Opinion Extraction and Classification Based on Semantic Similarities
Elkhlifi, Aymen (Paris-Sorbonne University) | Bouchlaghem, Rihab (LARODEC, ISG de Tunis) | Faiz, Rim
This paper presents an automatic extraction and classification approach of opinions in texts. Therefore, we propose a similarity measurement calculating semantically similarities between a word and predefined subgroups of seed words. We have evaluated our approach on the semantic evaluation company “SemEval 2007” corpus, and we obtained promising results: the best value of Precision, 62%; and F1, 61%; as an improvement of 20 % compared to the participant systems.
Evaluating Conversational Characters Created through Question Generation
Chen, Grace (California State University Long Beach) | Tosch, Emma (Brandeis University) | Artstein, Ron (USC Institute for Creative Technologies) | Leuski, Anton ( USC Institute for Creative Technologies ) | Traum, David ( USC Institute for Creative Technologies )
Question generation tools can be used to extract a question-answer database from text articles. We investigate how suitable this technique is for giving domain-specific knowledge to conversational characters.

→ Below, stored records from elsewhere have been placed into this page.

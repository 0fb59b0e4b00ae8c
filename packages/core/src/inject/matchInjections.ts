import { InputError } from "../errors.js";
import type { Candidate } from "../search/types.js";
import { type Detector, geocentreDelay, siderealAngle } from "../waveform/antenna.js";
import type { Injection } from "./injection.js";

/** When an injection reaches its ISCO at `detector`: Earth-centre time plus the plane-wave delay. */
export function arrivalTimeAt(injection: Injection, detector: Detector): number {
  const t = injection.coalescenceTime;
  return t + geocentreDelay(detector, injection, siderealAngle(t));
}

/** The result of matching one batch's candidates to its injections. */
export interface InjectionMatch {
  /** For each injection (same order), the index of its matched candidate, or −1 when missed. */
  matched: number[];
  /** Indices of candidates matched to no injection. */
  unmatched: number[];
}

/**
 * Matches candidates to injections by time: a candidate belongs to the injection whose arrival
 * time at the detector ({@link arrivalTimeAt}) is nearest to its coalescence time, if that is
 * within ±windowSeconds; an injection keeps the loudest (highest SNR) of its candidates and is
 * "found"; other candidates near it are dropped (neither found nor false); candidates near no
 * injection are false candidates. Common practice, no source.
 */
export function matchInjections(
  injections: readonly Injection[],
  candidates: readonly Candidate[],
  detector: Detector,
  windowSeconds: number,
): InjectionMatch {
  if (!(windowSeconds > 0) || !Number.isFinite(windowSeconds)) throw new InputError(`match window must be a positive number of seconds (got ${windowSeconds})`);
  const arrivals = injections.map((inj) => arrivalTimeAt(inj, detector));
  const matched = new Array<number>(injections.length).fill(-1);
  const unmatched: number[] = [];
  candidates.forEach((c, ci) => {
    let best = -1;
    let bestDt = Infinity;
    for (let k = 0; k < arrivals.length; k++) {
      const dt = Math.abs(c.coalescenceTime - arrivals[k]);
      if (dt <= windowSeconds && dt < bestDt) {
        best = k;
        bestDt = dt;
      }
    }
    if (best < 0) unmatched.push(ci);
    else if (matched[best] < 0 || candidates[matched[best]].snr < c.snr) matched[best] = ci;
  });
  return { matched, unmatched };
}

We tested these characters by collecting questions and answers from naive participants, running the questions through the character, and comparing the system responses to the participant answers. Characters gave a full or partial answer to 53% of the user questions which had an answer available in the source text, and 43% of all questions asked. Performance was better for questions asked after the user had read the source text, and also varied by question type: the best results were answers to who questions, while answers to yes/no questions were among the poorer performers. The results show that question generation is a promising method for creating a question answering conversational character from an existing text.